= Beginning of Section =

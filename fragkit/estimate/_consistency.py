"""Whether all circuits saw one state: their occupations must come from one density matrix per spin."""

from dataclasses import dataclass

import numpy as np
from numpy.typing import NDArray
from scipy import stats

from fragkit.core import InputError, pair_indices
from fragkit.estimate._counts import Counts
from fragkit.estimate._sector import alternative_readings
from fragkit.planning import Plan

Array = NDArray[np.float64]


@dataclass(frozen=True, eq=False)
class OccupationFit:
    """Occupations (circuits, 2n) with their covariances (circuits, 2n, 2n), and the rotations they belong to."""

    rotations: Array
    means: Array
    covariances: Array

    @classmethod
    def of(cls, plan: Plan, counts: Counts) -> "OccupationFit":
        """Occupations of the circuits that have been run."""
        run = np.flatnonzero(counts.shots)
        means, covariances = [], []
        for m in run:
            weights = counts.numbers[m] / counts.shots[m]
            bits = counts.bits[m].astype(np.float64)
            mean = weights @ bits
            covariance = (bits * weights[:, None]).T @ bits - np.outer(mean, mean)
            means.append(mean)
            # Bits that never changed are not certain: Laplace's rule, one shot of each outcome added.
            shots = counts.shots[m]
            chance = (mean * shots + 1.0) / (shots + 2.0)
            lacking = np.maximum(chance * (1.0 - chance) - np.diag(covariance), 0.0)
            covariances.append((covariance + np.diag(lacking)) / shots)
        rotations = np.array([plan.fragments[m].rotation for m in run])
        return cls(rotations, np.array(means), np.array(covariances))

    @property
    def _weights(self) -> Array:
        """Inverse deviations."""
        return 1.0 / np.sqrt(np.einsum("mii->mi", self.covariances))

    def misfit(self, columns: NDArray[np.intp] | None = None) -> tuple[float, float] | None:
        """Weighted residual of the best density matrices in units of its expectation, and its p-value.

        None when there are too few circuits to test anything. `columns` reads the bits in another order. The
        residual of the unweighted χ² form is a sum of scaled χ² variables; its first two moments are matched
        (Satterthwaite), because the occupations of one circuit are correlated.
        """
        n = self.means.shape[1] // 2
        order = np.arange(2 * n) if columns is None else columns
        total = trace = square = 0.0
        for spin in (slice(0, n), slice(n, 2 * n)):
            pick = order[spin]
            p, q = pair_indices(n)
            design = self.rotations[:, p, :] * self.rotations[:, q, :] * np.where(p == q, 1.0, 2.0)[:, None]
            weights = self._weights[:, pick]
            rows = (design.transpose(0, 2, 1) * weights[:, :, None]).reshape(-1, len(p))
            vectors, singular, _ = np.linalg.svd(rows, full_matrices=False)
            vectors = vectors[:, singular > 1e-9 * singular[0]]
            if vectors.shape[1] >= len(rows):
                return None
            values = (self.means[:, pick] * weights).ravel()
            total += float(np.sum((values - vectors @ (vectors.T @ values)) ** 2))
            # Residual = M y with M = 1 − QQᵀ and y of block-diagonal covariance S: moments from tr(MS), tr(MSMS).
            blocks = self.covariances[:, pick][:, :, pick] * (weights[:, :, None] * weights[:, None, :])
            acted = (blocks @ vectors.reshape(len(blocks), n, -1)).reshape(len(rows), -1)
            inner = vectors.T @ acted
            trace += float(np.einsum("mii->", blocks) - np.trace(inner))
            square += float(np.sum(blocks**2) - 2.0 * np.sum(acted**2) + np.sum(inner**2))
        if trace <= 1e-12 or square <= 0.0:
            return None
        return total / trace, float(stats.chi2.sf(total * trace / square, trace**2 / square))


def check_reading(fit: OccupationFit) -> float | None:
    """p-value of "one state explains the occupations of all circuits"; None if there is nothing to test.

    Raises
    ------
    InputError
        If the occupations fit one state far better when the bits are read in another order.
    """
    found = fit.misfit()
    if found is None:
        return None
    ratio, chance = found
    if chance < 1e-6:
        others = {}
        for name, columns in alternative_readings(fit.means.shape[1] // 2).items():
            other = fit.misfit(columns)
            if other is not None:
                others[name] = other[0]
        best = min(others, key=lambda name: others[name], default=None)
        if best is not None and others[best] < 0.25 * ratio:
            raise InputError(
                "the circuits' occupations must come from one state (got a misfit of "
                f"{ratio:.3g} times its expectation); read {best} it is {others[best]:.3g}, so the bit order or spin "
                "order is probably wrong"
            )
    return chance
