"""Energy and error bar from the counts of a plan."""

from dataclasses import dataclass
from typing import Any

import numpy as np
from numpy.typing import NDArray

from fragkit.core import Fragment, InputError, as_positive, frozen
from fragkit.estimate._consistency import OccupationFit, check_reading
from fragkit.estimate._counts import Counts
from fragkit.estimate._missing import check_complete
from fragkit.estimate._sector import check_sector, in_sector
from fragkit.estimate._statistics import Sample, error_bar
from fragkit.planning import Plan

Array = NDArray[np.float64]

_DOUBTFUL = 1e-4
"""Chance below which a disagreement is reported: rare enough to be silent over hundreds of honest runs."""


@dataclass(frozen=True, eq=False, repr=False)
class Estimate:
    """An energy with its error bar, and what it is made of. Energies and deviations in hartree.

    Parameters
    ----------
    energy
        The estimate: the constant plus the sum of `means`.
    standard_error
        Its standard error, from the data; see `fragkit.estimate.estimate` for what happens with few shots.
    interval
        (low, high), which holds the true energy with probability `confidence`.
    confidence
        Probability of the interval.
    degrees_of_freedom
        Of Student's t distribution that the interval is made with.
    constant
        Energy that was not measured.
    means
        (circuits,) mean value of each fragment.
    deviations
        (circuits,) observed standard deviation of one shot.
    predicted_deviations
        (circuits,) deviation that the plan predicted.
    shots
        (circuits,) shots that were used.
    post_selected
        Whether only shots with the plan's electron numbers were used.
    discarded
        Fraction of all shots with other electron numbers; they were left out if `post_selected`.
    discarded_by_circuit
        (circuits,) the same for each circuit.
    without_post_selection
        (energy, standard error) of the same counts with all shots, or None if nothing was discarded.
    consistency
        p-value of "all circuits saw one state", from their occupations; None if there are too few circuits to test.
    agrees
        False when observed and predicted deviations differ beyond chance, or the circuits do not fit one state.
    message
        What `agrees` is about, in a sentence for each finding.
    """

    energy: float
    standard_error: float
    interval: tuple[float, float]
    confidence: float
    degrees_of_freedom: float
    constant: float
    means: Array
    deviations: Array
    predicted_deviations: Array
    shots: NDArray[np.int64]
    post_selected: bool
    discarded: float
    discarded_by_circuit: Array
    without_post_selection: tuple[float, float] | None
    consistency: float | None
    agrees: bool
    message: str

    @property
    def total_shots(self) -> int:
        """Shots that were used."""
        return int(np.sum(self.shots))

    def table(self) -> str:
        """The estimate as a text table, one row per circuit."""
        from fragkit.report import estimate_table

        return estimate_table(self)

    def _repr_html_(self) -> str:
        from fragkit.report import estimate_html

        return estimate_html(self)

    def __repr__(self) -> str:
        doubt = "" if self.agrees else ", in doubt: see message"
        return (
            f"Estimate(energy={self.energy:.6f} Ha, standard_error={self.standard_error:.2g} Ha, "
            f"{self.confidence:.0%} interval {self.interval[0]:.6f} to {self.interval[1]:.6f}, "
            f"{self.total_shots} shots, {self.discarded:.2%} discarded{doubt})"
        )


def estimate(
    plan: Plan,
    counts: Counts,
    *,
    post_select: bool | None = None,
    confidence: float = 0.95,
    least_kept: float = 0.5,
) -> Estimate:
    """Energy, standard error and confidence interval from the counts of a plan.

    The energy is the plan's constant plus, for each circuit, the mean of its fragment's value. It is unbiased
    for whatever state the device holds, within the plan's own residual. The error bar is the observed one,
    Σ s²/N. Where few shots leave that uncertain it is averaged with the prediction of the plan, never downwards,
    and the interval uses Student's t distribution (see `docs/estimation.md`).

    Parameters
    ----------
    plan
        The plan that was run.
    counts
        What the device returned, complete for all circuits.
    post_select
        Use only shots with the plan's electron numbers. By default this is done for plans that are exact only
        there (`plan.sector_exact`).
    confidence
        Probability of the interval.
    least_kept
        Smallest fraction of shots that must have the plan's electron numbers.

    Raises
    ------
    MismatchError
        If the counts belong to another plan.
    InputError
        If a circuit has no shots, most shots have impossible electron numbers, or the occupations show that the
        bits were read in a wrong order.

    Examples
    --------
    >>> import numpy as np
    >>> from fragkit.core import Fragment
    >>> from fragkit.planning import Plan
    >>> fragment = Fragment.one_body(np.eye(2), [-1.0, 0.5])
    >>> plan = Plan((fragment,), 0.25, [100], [0.45], (1, 1), "digest", 0.0, 0.0)
    >>> counts = Counts.from_strings(
    ...     plan, {0: {"1010": 90, "1001": 10}}, bit_order="first-qubit-left", spin_order="blocked"
    ... )
    >>> estimate(plan, counts).energy
    -1.6
    """
    if not isinstance(counts, Counts):
        raise InputError(
            f"`counts` must be Counts (got {type(counts).__name__}); make them with Counts.from_strings, "
            "Counts.from_arrays or Counts.from_results, which ask for the bit order"
        )
    plan.check_digest(counts.plan_digest)
    if not 0.0 < as_positive(confidence, "confidence") < 1.0:
        raise InputError(f"`confidence` must be between 0 and 1 (got {confidence})")
    check_complete(plan, counts)
    kept = check_sector(counts, plan.electrons, least_kept)
    consistency = check_reading(OccupationFit.of(plan, counts))
    select = plan.sector_exact if post_select is None else bool(post_select)

    whole = _samples(plan, counts, select=False)
    used = _samples(plan, counts, select=True) if select and np.any(kept < counts.shots) else whole
    bar = error_bar(used, plan.deviations)
    energy = plan.constant + sum(sample.mean for sample in used)
    raw = None
    if used is not whole:
        raw = (plan.constant + sum(s.mean for s in whole), error_bar(whole, plan.deviations).standard_error)
    half = bar.half_width(confidence)
    findings = _findings(used, plan.deviations, consistency)
    shots = np.array([sample.shots for sample in used], dtype=np.int64)
    shots.setflags(write=False)
    return Estimate(
        energy=float(energy),
        standard_error=bar.standard_error,
        interval=(float(energy - half), float(energy + half)),
        confidence=confidence,
        degrees_of_freedom=bar.degrees_of_freedom,
        constant=plan.constant,
        means=frozen(np.array([sample.mean for sample in used])),
        deviations=frozen(np.sqrt([sample.variance for sample in used])),
        predicted_deviations=plan.deviations,
        shots=shots,
        post_selected=select,
        discarded=float(1.0 - np.sum(kept) / counts.total_shots),
        discarded_by_circuit=frozen(1.0 - kept / counts.shots),
        without_post_selection=raw,
        consistency=consistency,
        agrees=not findings,
        message=" ".join(findings),
    )


def _samples(plan: Plan, counts: Counts, *, select: bool) -> list[Sample]:
    return [
        _sample(fragment, bits, numbers, plan.electrons if select else None)
        for fragment, bits, numbers in zip(plan.fragments, counts.bits, counts.numbers, strict=True)
    ]


def _sample(fragment: Fragment, bits: Any, numbers: Any, electrons: tuple[int, int] | None) -> Sample:
    if electrons is not None:
        keep = in_sector(bits, electrons)
        bits, numbers = bits[keep], numbers[keep]
    return Sample.of(fragment.values(bits), numbers)


def _findings(samples: list[Sample], predicted: Array, consistency: float | None) -> list[str]:
    """Sentences about what does not fit, empty if all does."""
    findings = []
    observed = np.sqrt(sum(sample.variance / sample.shots for sample in samples))
    expected = np.sqrt(sum(deviation**2 / s.shots for s, deviation in zip(samples, predicted, strict=True)))
    spread = np.sqrt(sum((s.error_of_variance / s.shots) ** 2 for s in samples))
    # Differences within 10 % in the error bar are of no consequence, however significant.
    if abs(observed**2 - expected**2) > 4.0 * spread and not 0.9 < observed / max(expected, 1e-300) < 1.1:
        if observed > expected:
            cause = "the device's state is noisier than the reference, or another one"
        else:
            cause = "the device's state is closer to an eigenstate than the reference"
        findings.append(
            f"The observed error is {observed / max(expected, 1e-300):.3g} times the predicted one: {cause}; the "
            "error bar is the observed one."
        )
    if consistency is not None and consistency < _DOUBTFUL:
        findings.append(
            f"The circuits do not fit one state (p = {consistency:.1g}): readout errors that differ between "
            "qubits, drift between circuits, or circuits in another order."
        )
    return findings
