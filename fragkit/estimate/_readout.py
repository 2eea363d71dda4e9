"""Readout errors of a device: confusion of single qubits or of correlated pairs, given or measured."""

from collections.abc import Mapping, Sequence
from dataclasses import dataclass
from typing import Any

import numpy as np
from numpy.typing import NDArray

from fragkit.core import InputError, as_real_array
from fragkit.estimate._bits import BitOrder, SpinOrder, bits_of_array, bits_of_strings, column_order

Array = NDArray[np.float64]


@dataclass(frozen=True, eq=False, repr=False)
class ReadoutErrors:
    """How the device misreads bits: independent blocks of one qubit, or of two whose errors are correlated.

    Made by `known` or `from_calibration`. Errors of different blocks are taken to be independent.

    Parameters
    ----------
    blocks
        Qubits of each block, one or two, in blocked order (alpha orbitals first); together all 2n qubits.
    confusions
        One matrix (2, 2) or (4, 4) per block: entry [read, prepared] is a probability. For two qubits i, j the state
        is 2 b_i + b_j.
    covariances
        One array (states, states, states) per block: `[prepared]` is the covariance matrix of that column of the
        confusion, zero where it is known.
    calibration_shots
        Smallest number of shots behind a column, or None if the probabilities were given.
    """

    blocks: tuple[tuple[int, ...], ...]
    confusions: tuple[Array, ...]
    covariances: tuple[Array, ...]
    calibration_shots: int | None = None

    def __post_init__(self) -> None:
        for block, confusion in zip(self.blocks, self.confusions, strict=True):
            smallest = float(np.min(np.abs(np.linalg.eigvals(confusion))))
            if smallest < 0.05:
                raise InputError(
                    f"readout errors must leave prepared states distinguishable (got a confusion matrix of smallest "
                    f"eigenvalue {smallest:.2g} for qubits {block}); check the calibration, or do not use these qubits"
                )

    @classmethod
    def known(cls, read_one: Any, read_zero: Any, *, orbitals: int, deviations: Any = None) -> "ReadoutErrors":
        """Independent errors of given probabilities.

        Parameters
        ----------
        read_one
            P(1 read | 0 prepared), one number or (2n,) numbers in blocked order.
        read_zero
            P(0 read | 1 prepared), likewise.
        orbitals
            Number of spatial orbitals n.
        deviations
            Pair of standard errors of the two, likewise; zero when left out.

        Raises
        ------
        InputError
            If a value is not a probability, or a qubit's errors add up to almost one or more.

        Examples
        --------
        >>> ReadoutErrors.known(0.01, 0.03, orbitals=2)
        ReadoutErrors(4 qubits, flips 0->1 0.01 and 1->0 0.03 on average, known)
        """
        count = 2 * orbitals
        one, zero = (_spread(v, name, count) for v, name in ((read_one, "read_one"), (read_zero, "read_zero")))
        spread = (0.0, 0.0) if deviations is None else deviations
        if not isinstance(spread, tuple | list) or len(spread) != 2:
            raise InputError(f"`deviations` must be a pair like the probabilities (got {deviations!r})")
        errors = [_spread(v, "deviations", count) for v in spread]
        pattern = np.array([[1.0, -1.0], [-1.0, 1.0]])
        return cls(
            tuple((j,) for j in range(count)),
            tuple(np.array([[1 - one[j], zero[j]], [one[j], 1 - zero[j]]]) for j in range(count)),
            tuple(np.array([errors[0][j] ** 2 * pattern, errors[1][j] ** 2 * pattern]) for j in range(count)),
        )

    @classmethod
    def from_calibration(
        cls,
        tables: Mapping[str, Any],
        *,
        orbitals: int,
        bit_order: BitOrder,
        spin_order: SpinOrder,
        qubits: Sequence[int] | None = None,
        pairs: Sequence[tuple[int, int]] = (),
    ) -> "ReadoutErrors":
        """Errors from calibration runs that prepare known bit strings.

        Parameters
        ----------
        tables
            {prepared bit string: counts}; counts are a dictionary {read bit string: number} or an array (shots,
            qubits). Every qubit must be prepared in 0 and in 1, every pair in all four states; "00…0" and "11…1" are
            enough without pairs. Prepared strings follow `bit_order` and `spin_order` like the others.
        orbitals
            Number of spatial orbitals n.
        bit_order, spin_order, qubits
            As for `Counts.from_strings`.
        pairs
            Pairs of qubits in blocked order whose errors are correlated; no qubit in two of them.

        Raises
        ------
        InputError
            If a table is not what it must be, or a qubit or pair was not prepared in every state.

        Examples
        --------
        >>> errors = ReadoutErrors.from_calibration(
        ...     {"00": {"00": 98, "01": 2}, "11": {"11": 95, "10": 5}},
        ...     orbitals=1, bit_order="first-qubit-left", spin_order="blocked",
        ... )
        >>> errors.confusions[1]
        array([[0.98, 0.05],
               [0.02, 0.95]])
        """
        if not isinstance(tables, Mapping) or not tables:
            raise InputError(f"`tables` must be {{prepared bit string: counts}} (got {tables!r})")
        blocks = _blocks(pairs, 2 * orbitals)
        totals = [np.zeros((2 ** len(block),) * 2) for block in blocks]
        for prepared, data in tables.items():
            name = f"calibration of {prepared!r}"
            known, _ = bits_of_strings({prepared: 1}, "prepared bit strings")
            if isinstance(data, Mapping):
                bits, numbers = bits_of_strings(data, name)
            else:
                bits = bits_of_array(data, name)
                numbers = np.ones(len(bits), dtype=np.int64)
            if not len(bits):
                raise InputError(f"{name} must have shots (got none)")
            order = column_order(orbitals, bit_order, spin_order, qubits, bits.shape[1])
            start = known[:, column_order(orbitals, bit_order, spin_order, qubits, known.shape[1])]
            for block, total in zip(blocks, totals, strict=True):
                read = block_states(bits[:, order], block)
                total[:, block_states(start, block)[0]] += np.bincount(read, numbers, len(total))
        confusions, covariances = [], []
        for block, total in zip(blocks, totals, strict=True):
            shots = np.sum(total, axis=0)
            if np.any(shots == 0):
                state = format(int(np.argmin(shots)), f"0{len(block)}b")
                raise InputError(
                    f"calibration must prepare every qubit in 0 and 1 and every pair in all four states (got no run "
                    f"with qubits {block} in {state}); add one"
                )
            confusions.append(total / shots)
            # Outcomes that never occurred are not impossible: one shot spread over all for the error (Laplace).
            chances = (total + 1.0 / len(total)) / (shots + 1.0)
            covariances.append(
                np.array([(np.diag(c) - np.outer(c, c)) / s for c, s in zip(chances.T, shots, strict=True)])
            )
        least = int(min(np.min(np.sum(total, axis=0)) for total in totals))
        return cls(blocks, tuple(confusions), tuple(covariances), least)

    @property
    def orbitals(self) -> int:
        """Number of spatial orbitals n."""
        return sum(len(block) for block in self.blocks) // 2

    def __repr__(self) -> str:
        flips = np.array([_flips(confusion) for confusion in self.confusions])
        pairs = sum(len(block) == 2 for block in self.blocks)
        joined = f", {pairs} correlated pairs" if pairs else ""
        source = "known" if self.calibration_shots is None else f"from {self.calibration_shots} shots or more"
        return (
            f"ReadoutErrors({2 * self.orbitals} qubits, flips 0->1 {flips[:, 0].mean():.3g} and 1->0 "
            f"{flips[:, 1].mean():.3g} on average{joined}, {source})"
        )


def block_states(bits: NDArray[np.uint8], block: tuple[int, ...]) -> NDArray[np.intp]:
    """State of a block in each row: the bit, or 2 b_i + b_j."""
    states = bits[:, block[0]].astype(np.intp)
    return states if len(block) == 1 else 2 * states + bits[:, block[1]]


def _spread(value: Any, name: str, count: int) -> Array:
    array = as_real_array(value, name, () if np.ndim(value) == 0 else (count,))
    if np.any(array < 0.0) or np.any(array > 1.0):
        raise InputError(f"`{name}` must be between 0 and 1 (got {array.min():.3g} to {array.max():.3g})")
    return np.broadcast_to(array, (count,))


def _blocks(pairs: Sequence[tuple[int, int]], count: int) -> tuple[tuple[int, ...], ...]:
    listed = [tuple(int(q) for q in pair) for pair in pairs]
    used = [q for pair in listed for q in pair]
    if any(len(pair) != 2 for pair in listed) or len(set(used)) != len(used) or any(not 0 <= q < count for q in used):
        raise InputError(
            f"`pairs` must hold pairs of different qubits below {count}, each qubit at most once (got {list(pairs)}); "
            "larger groups of correlated qubits cannot be corrected here"
        )
    return (*listed, *((q,) for q in range(count) if q not in used))


def _flips(confusion: Array) -> tuple[float, float]:
    """Mean P(1 read | 0) and P(0 read | 1) of the block's qubits."""
    if len(confusion) == 2:
        return confusion[1, 0], confusion[0, 1]
    # Marginals over the other qubit, in its two states alike.
    tensor = confusion.reshape(2, 2, 2, 2)
    first, second = tensor.sum(1).mean(2), tensor.sum(0).mean(1)
    return 0.5 * (first[1, 0] + second[1, 0]), 0.5 * (first[0, 1] + second[0, 1])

= End of Section =

In the entries above, work out how many lines contain the string "there", and give only that number.

4